Cooler Tip! Wenn keine da ist keine Sorge, daß Tool erstellt eine. Wenn Du später etwas ändern willst (das Tool wird noch weiter entwickelt), dann mußt Du die alte .cfg vorher löschen.
MfG


----------



## Colditz (25. März 2011)

Danke fuer's Tool man! Ich muss unbedingt den Motion Blur loswerden, fuehl mich beim spielen wie aufn Kahn im Meer.


----------



## WarPilot (25. März 2011)

marcus_T schrieb:


> ich finde die auch nicht


 
Die muss nicht zwingend vorhanden sein. Macht euch darüber keine Gedanken.


----------



## qwerkop23 (25. März 2011)

wie soll man es dan einstellen? wenn ich einstellung im tool vornehme, werden sie nicht im spiel übernommen.


----------



## Jarafi (25. März 2011)

Fette Sache, danke


----------



## defPlaya (25. März 2011)

hmmm klappt bei mir auch nicht!

Wo muss ich die autoexec.cfg file einsetzten? Also in welchem Ordner von C2?

Edit: ich hab's zumindest bekomme ich das Intro nicht mehr. Dann sollte er wohl auch die Grafikeinstellungen übernommen haben.


----------



## qwerkop23 (25. März 2011)

W7 im abgesicherten modus gestartet, einstellungen im tool vorgenommen, apply angeklickt und autoexec.cfg ist nun im Crysis 2 ordner.

pc und spiel gestartet, ergebnis: kein intro und ...
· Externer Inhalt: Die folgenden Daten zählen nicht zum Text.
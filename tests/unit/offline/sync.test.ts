import { afterEach, beforeEach, describe, expect, it, vi } from 'vitest'
import { backoffDelay, createSyncer, retryAfterMs, readPieceState, recordStep, resolveConflict, type FloatwiseDb, type SyncState } from '../../../offline'
import { deviceWithPiece, fakeSyncServer, type FakeSyncServer } from '../../support/offline'

async function advance(db: FloatwiseDb, count: number, totalRows = 10_000) {
  const ids: string[] = []
  let row = (await readPieceState(db, 1)).progress!.completedRows
  for (let i = 0; i < count; i++) {
    const { event } = await recordStep(db, 1, { kind: 'advance', to: ++row, totalRows })
    ids.push(event.id)
  }
  return ids
}

function syncerFor(db: FloatwiseDb, server: FakeSyncServer, states: SyncState[] = []) {
  return createSyncer({ db, fetch: server.fetch, random: () => 1, onState: s => states.push(s) })
}

const sentIds = (server: FakeSyncServer) => server.requests.flatMap(r => r.events.map(e => e.id))

/**
 * Lets IndexedDB's tasks run until `done` (or for 500 turns): fake-indexeddb schedules them with
 * setImmediate, which the fake timers below leave real, so this waits on no clock.
 */
async function settle(done: () => boolean) {
  for (let i = 0; i < 500 && !done(); i++) await new Promise(resolve => setImmediate(resolve))
}

describe('flush', () => {
  it('drains 5,000 queued events in device order, in batches of at most 500', async () => {
    const db = await deviceWithPiece()
    const server = fakeSyncServer()
    const ids = await advance(db, 5000)
    const result = await syncerFor(db, server).flush()
    expect(result).toMatchObject({ ok: true, accepted: 5000, batches: 10 })
    expect(server.requests.every(r => r.events.length <= 500)).toBe(true)
    expect(sentIds(server)).toEqual(ids)
    expect(server.piece()).toMatchObject({ completedRows: 5000, version: 5000 })
    expect(await readPieceState(db, 1)).toMatchObject({ pending: 0, progress: { completedRows: 5000, serverRows: 5000, serverVersion: 5000 } })
  }, 60_000)

  it('resumes where a failure stopped it, with the rest still queued in order', async () => {
    const db = await deviceWithPiece()
    const server = fakeSyncServer()
    const ids = await advance(db, 1200)
    const syncer = createSyncer({ db, fetch: server.fetch, batchSize: 500, random: () => 1 })
    server.failures.push('ok', 'network') // first batch lands, second fails
    const failed = await syncer.flush()
    expect(failed).toMatchObject({ ok: false, accepted: 500, error: { kind: 'network' } })
    expect((await db.outbox.orderBy('seq').toArray()).map(e => e.id)).toEqual(ids.slice(500))
    expect((await readPieceState(db, 1)).progress).toMatchObject({ completedRows: 1200, serverRows: 500 })
    const resumed = await syncer.flush()
    expect(resumed).toMatchObject({ ok: true, accepted: 700 })
    expect([...server.stored.keys()]).toEqual(ids)
    expect(server.piece().completedRows).toBe(1200)
  }, 60_000)

  it('replays a batch whose answer was lost: the server keeps each event once', async () => {
    const db = await deviceWithPiece()
    const server = fakeSyncServer()
    const ids = await advance(db, 30)
    const syncer = syncerFor(db, server)
    server.failures.push('lost-answer')
    expect((await syncer.flush()).ok).toBe(false)
    expect((await readPieceState(db, 1)).pending).toBe(30)
    expect((await syncer.flush()).ok).toBe(true)
    expect(sentIds(server)).toEqual([...ids, ...ids])
    expect(server.stored.size).toBe(30)
    expect([...server.stored.values()].every(e => e.outcome === 'applied')).toBe(true)
    expect(server.piece()).toMatchObject({ completedRows: 30, version: 30 })
    expect((await readPieceState(db, 1)).progress?.completedRows).toBe(30)
  })

  it('shares one run between concurrent calls', async () => {
    const db = await deviceWithPiece()
    const server = fakeSyncServer()
    await advance(db, 3)
    const syncer = syncerFor(db, server)
    const [a, b] = [syncer.flush(), syncer.flush()]
    expect(a).toBe(b)
    await a
    expect(server.requests).toHaveLength(1)
  })

  it('drops rejected events and takes the server\'s place', async () => {
    const db = await deviceWithPiece()
    await deviceWithPiece()
    const server = fakeSyncServer({ 2: { completedRows: 0 } }) // piece 1 is unknown there
    await advance(db, 2)
    const result = await syncerFor(db, server).flush()
    expect(result).toMatchObject({ ok: true, rejected: 2 })
    expect((await readPieceState(db, 1)).pending).toBe(0)
  })
})

describe('failures', () => {
  // The syncer's clock and timers are fake here: waits are exact and a retry comes when the
  // test moves the clock, not after real time.
  beforeEach(() => { vi.useFakeTimers({ toFake: ['setTimeout', 'clearTimeout', 'Date'] }) })
  afterEach(() => { vi.useRealTimers() })

  it('stops on 401 and keeps the events, with no automatic retry', async () => {
    const db = await deviceWithPiece()
    const server = fakeSyncServer()
    await advance(db, 2)
    const states: SyncState[] = []
    const syncer = syncerFor(db, server, states)
    server.failures.push(401)
    expect(await syncer.flush()).toMatchObject({ ok: false, error: { kind: 'signed-out', status: 401 } })
    expect(server.requests).toHaveLength(1)
    expect(states.at(-1)).toMatchObject({ status: 'pending', pending: 2, retryInMs: null, lastError: { kind: 'signed-out' } })
  })

  it('keeps a batch the server calls bad and retries it only at the slowest pace', async () => {
    const db = await deviceWithPiece()
    const server = fakeSyncServer()
    await advance(db, 2)
    const syncer = syncerFor(db, server)
    server.failures.push(400)
    expect(await syncer.flush()).toMatchObject({ ok: false, error: { kind: 'bad-request', status: 400 } })
    expect((await readPieceState(db, 1)).pending).toBe(2)
    expect((await syncer.state()).retryInMs).toBe(60_000)
  })

  it('backs off 1 s, 2 s, 4 s … after network and 5xx failures and resets on success', async () => {
    const db = await deviceWithPiece()
    const server = fakeSyncServer()
    await advance(db, 1)
    const syncer = syncerFor(db, server)
    const waits: number[] = []
    for (const failure of ['network', 500, 'network', 503] as const) {
      server.failures.push(failure)
      await syncer.flush()
      waits.push((await syncer.state()).retryInMs!)
    }
    expect(waits).toEqual([1000, 2000, 4000, 8000])
    expect((await syncer.flush()).ok).toBe(true)
    expect(await syncer.state()).toMatchObject({ retryInMs: null, lastError: null, status: 'synced' })
  })

  // `start` begins a run at once; a flush called meanwhile shares it, so awaiting that flush
  // waits for the run, its report and the timer it sets. Runs a timer begins are awaited with
  // `settle`: a flush there would send by itself.
  it('retries by itself once started, when the backoff is over and not before (no window in node: timers only)', async () => {
    const db = await deviceWithPiece()
    const server = fakeSyncServer()
    await advance(db, 2)
    const states: SyncState[] = []
    const syncer = createSyncer({ db, fetch: server.fetch, random: () => 0, onState: s => states.push(s) }) // first wait 500 ms
    server.failures.push('network')
    syncer.start()
    await syncer.flush()
    expect(states).toMatchObject([{ status: 'offline', retryInMs: 500 }])
    await vi.advanceTimersByTimeAsync(499)
    await settle(() => server.requests.length > 1)
    expect(server.requests).toHaveLength(1)
    await vi.advanceTimersByTimeAsync(1)
    await settle(() => states.length === 2)
    expect(server.requests).toHaveLength(2)
    expect(states.map(s => s.status)).toEqual(['offline', 'synced'])
    syncer.stop()
  })

  it('stops retrying when stopped', async () => {
    const db = await deviceWithPiece()
    const server = fakeSyncServer()
    await advance(db, 1)
    const syncer = createSyncer({ db, fetch: server.fetch, random: () => 0 })
    server.failures.push('network')
    syncer.start()
    await syncer.flush()
    expect(server.requests).toHaveLength(1)
    syncer.stop()
    await vi.advanceTimersByTimeAsync(60_000) // past the longest backoff
    await settle(() => server.requests.length > 1)
    expect(server.requests).toHaveLength(1)
  })

  it('sends steps left queued that no one nudged 15 s after its last report (a step from another tab)', async () => {
    const db = await deviceWithPiece()
    const server = fakeSyncServer()
    const syncer = createSyncer({ db, fetch: server.fetch, random: () => 0 })
    syncer.start()
    await syncer.flush() // nothing queued yet
    await advance(db, 1) // another tab's step: this syncer is not told
    await syncer.refresh([1]) // its report sees the step queued and sets the timer
    await vi.advanceTimersByTimeAsync(14_999)
    await settle(() => server.stored.size > 0)
    expect(server.stored.size).toBe(0)
    await vi.advanceTimersByTimeAsync(1)
    await settle(() => server.stored.size > 0)
    expect(server.stored.size).toBe(1)
    syncer.stop()
  })

  it('waits at least as long as a 503\'s Retry-After, and never past the 60 s cap', async () => {
    const db = await deviceWithPiece()
    const server = fakeSyncServer()
    await advance(db, 1)
    const syncer = syncerFor(db, server)
    server.setRetryAfter('20') // first backoff would be 1 s
    server.failures.push(503)
    await syncer.flush()
    expect((await syncer.state()).retryInMs).toBe(20_000)
    server.setRetryAfter('3600')
    server.failures.push(503)
    await syncer.flush()
    expect((await syncer.state()).retryInMs).toBe(60_000)
    expect((await syncer.state()).pending).toBe(1) // the row is still queued
    expect((await syncer.flush()).ok).toBe(true)
  })

  it('reads Retry-After as seconds or as an HTTP date (RFC 9110 §10.2.3)', () => {
    const now = Date.parse('Wed, 02 Dec 2026 05:00:00 GMT')
    expect(retryAfterMs('5', now)).toBe(5000)
    expect(retryAfterMs('Wed, 02 Dec 2026 05:00:30 GMT', now)).toBe(30_000)
    expect(retryAfterMs('Wed, 02 Dec 2026 04:59:00 GMT', now)).toBe(0)
    expect(retryAfterMs('soon', now)).toBeNull()
    expect(retryAfterMs(null, now)).toBeNull()
  })

  it('jitters each wait within its upper half and caps it at 60 s', () => {
    expect([1, 2, 3, 7, 8, 50].map(n => backoffDelay(n, () => 1))).toEqual([1000, 2000, 4000, 60_000, 60_000, 60_000])
    expect([1, 2, 7].map(n => backoffDelay(n, () => 0))).toEqual([500, 1000, 30_000])
    expect(backoffDelay(0)).toBe(0)
  })

  it('reports the state: offline after a network failure, then pending, then synced', async () => {
    const db = await deviceWithPiece()
    const server = fakeSyncServer()
    const states: SyncState[] = []
    const syncer = syncerFor(db, server, states)
    expect((await syncer.state()).status).toBe('synced')
    await advance(db, 1)
    expect((await syncer.state()).status).toBe('pending')
    server.failures.push('network')
    await syncer.flush()
    server.failures.push(500)
    await syncer.flush()
    await syncer.flush()
    expect(states.map(s => s.status)).toEqual(['offline', 'pending', 'synced'])
  })
})

describe('conflicts', () => {
  async function conflicted() {
    const server = fakeSyncServer({ 1: { completedRows: 10, version: 4 } })
    const db = await deviceWithPiece({ completedRows: 10, version: 4 })
    server.moveElsewhere(1, 25, 'tablet-b') // the other device moved on: version 5
    await advance(db, 3) // this device, offline, built on version 4
    const states: SyncState[] = []
    const syncer = syncerFor(db, server, states)
    expect((await syncer.flush()).ok).toBe(true)
    return { server, db, syncer, states }
  }

  it('shows the conflict and keeps the device\'s place instead of overwriting either', async () => {
    const { server, db, states } = await conflicted()
    expect(states.at(-1)).toMatchObject({ status: 'conflict', conflicts: 1, pending: 0 })
    expect((await readPieceState(db, 1)).progress).toMatchObject({
      completedRows: 13, serverRows: 25, serverVersion: 5,
      conflict: { deviceId: 'tablet-b', theirs: 25, ours: 13 },
    })
    expect(server.piece().completedRows).toBe(25)
    expect([...server.stored.values()].map(e => e.outcome)).toEqual(['conflict', 'conflict', 'conflict'])
  })

  it.each([['theirs', 25], ['ours', 13]] as const)('resolves by a jump to %s built on the server\'s version', async (keep, row) => {
    const { server, db, syncer, states } = await conflicted()
    const { event } = await resolveConflict(db, 1, keep)
    expect(event).toMatchObject({ kind: 'jump', from: 13, to: row, version: 5 })
    expect((await syncer.state()).status).toBe('pending')
    await syncer.flush()
    expect(server.piece()).toMatchObject({ completedRows: row, version: 6 })
    expect((await readPieceState(db, 1)).progress).toMatchObject({ completedRows: row, conflict: null, resolvingWith: null })
    expect(states.at(-1)?.status).toBe('synced')
  })

  it('holds steps made before the knitter chooses, then sends them ahead of the choice', async () => {
    const { server, db, syncer } = await conflicted()
    await advance(db, 2) // knitting on from 13 while the conflict is open
    await syncer.flush()
    expect(server.piece().completedRows).toBe(25) // nothing sent: no silent overwrite
    expect((await readPieceState(db, 1)).pending).toBe(2)
    const { event } = await resolveConflict(db, 1, 'ours')
    expect(event).toMatchObject({ from: 15, to: 15, version: 5 })
    // Knitting on after the choice chains on it, before the server has confirmed anything.
    const after = await recordStep(db, 1, { kind: 'advance', to: 16, totalRows: 120 })
    expect(after.event.version).toBe(6)
    await syncer.flush()
    // The held steps are logged as conflicts (both histories stay); the choice moves the piece.
    expect([...server.stored.values()].map(e => e.outcome)).toEqual(['conflict', 'conflict', 'conflict', 'conflict', 'conflict', 'applied', 'applied'])
    expect(server.piece()).toMatchObject({ completedRows: 16, version: 7 })
    expect((await readPieceState(db, 1)).progress).toMatchObject({ completedRows: 16, conflict: null, resolvingWith: null })
  })

  it('shows a fresh conflict when the other device moved again before the choice landed', async () => {
    const { server, db, syncer } = await conflicted()
    await resolveConflict(db, 1, 'ours')
    server.moveElsewhere(1, 30, 'tablet-b')
    await syncer.flush()
    expect((await readPieceState(db, 1)).progress).toMatchObject({ completedRows: 13, conflict: { theirs: 30, ours: 13 }, resolvingWith: null })
    await resolveConflict(db, 1, 'theirs')
    await syncer.flush()
    expect(server.piece().completedRows).toBe(30)
    expect((await syncer.state()).status).toBe('synced')
  })
})

describe('refresh', () => {
  it('pulls the place a piece reached on another device', async () => {
    const db = await deviceWithPiece({ completedRows: 2, version: 2 })
    const server = fakeSyncServer({ 1: { completedRows: 2, version: 2 } })
    server.moveElsewhere(1, 40)
    const result = await syncerFor(db, server).refresh([1])
    expect(result.ok).toBe(true)
    expect(server.requests[0]).toMatchObject({ events: [], pieceIds: [1] })
    expect((await readPieceState(db, 1)).progress).toMatchObject({ completedRows: 40, serverVersion: 3 })
  })
})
"KEINE AHNUNG, WEIL ICH AUF KEINEN STANDART SERVER KOMME"
ma schaun ob ich auf einen benutzerd. connecten kann.


----------



## Pumpi (25. März 2011)

Schwache News 

Vielleicht wär's im Englischsprachigen Raum OK, sich hier komplett auf eine englische Anleitung/Tool zu beziehen ist nicht ausreichend.


----------



## Fettmull (25. März 2011)

sry Pumpi, hier ein weiterer Thread in English:

Crysis 2 Tweak Guide – Graphics and Performance | SegmentNext

mfg


----------



## DeLaMuelly (25. März 2011)

Danke ;


----------



## Airblade85 (25. März 2011)

> Ein recht finder User hat herausgefunden, wie man manuell die Grafik nach seinem Geschmack und Rechner ändern kann,
> man hat also mehr Auswahl. Außerdem kann man die Mauseinstellungen optimieren sowie das Blur ab- bzw. einschalten:
> 
> Crysis 2 Advanced Graphics Options Application - Steam Users' Forums
> ...



lol das selbe tool ghabe ich schon auf Seite 306 gepostet, aber da hat es irgendwie niemand wahrgenommen lol


----------



## Amigo (25. März 2011)

Oh man, echt ein kleines Armutszeugnis für Crytek... 
Da muss erst ein User kommen und ein Tool proggen... muss man nicht verstehen.


----------



## Superwip (25. März 2011)

Nett- aber ein absolutes Trauerspiel, dass soetwas nötig ist...


----------



## MisterG (25. März 2011)

qwerkop23 schrieb:


> wie soll man es dan einstellen? wenn ich einstellung im tool vornehme, werden sie nicht im spiel übernommen.


 
Auch als Admin ausgeführt das Tool?


----------



## KillerCroc (25. März 2011)

Cool danke !

Hab mich schon gewundert warum man bei den Grafikeinstellungen kein AA oder AF einstellen kann und nur Spieler/Forteschrittene/Hardcore


----------



## qwerkop23 (25. März 2011)

klapt ja ganz gut mit dem tool, nur mit den folgenden befehlen bin ich mir nicht ganz sicher was sie bedeuten und auf was ich sie am besten stelle

i_mouse_accel_max=100
r_UseEdgeAA=3
r_PostMSAA=2


----------



## hfb (26. März 2011)

Pumpi schrieb:


> Schwache News
> 
> Vielleicht wär's im Englischsprachigen Raum OK, sich hier komplett auf eine englische Anleitung/Tool zu beziehen ist nicht ausreichend.


 
Tut mir leid für dich. 
Ich kann Englisch und freue mich über diese News.


----------



## DeMeP (26. März 2011)

Schweinerei. Ich habe dem Programmierer per Email folgendes geschrieben. 


> Hey,
> 
> you should add these Commands:
> 
> ...



Und ich stehe nicht mal im Readme drinnen. -.-


----------



## KillerCroc (26. März 2011)

So hab das Tool endlich zum laufen bekommen...
Nur ich bin etwas verwirrt, weil die LOW Einstellungen irgendwie besser aussehen als die HIGH,
mir kommt es klarer und detailierter vor. 
(Bei mir gibt es kein Intro, also scheint das Tool zu gehen und habs auf Hardcore laufen, und Blur habe ich deaktiviert oder ist es wichtig?)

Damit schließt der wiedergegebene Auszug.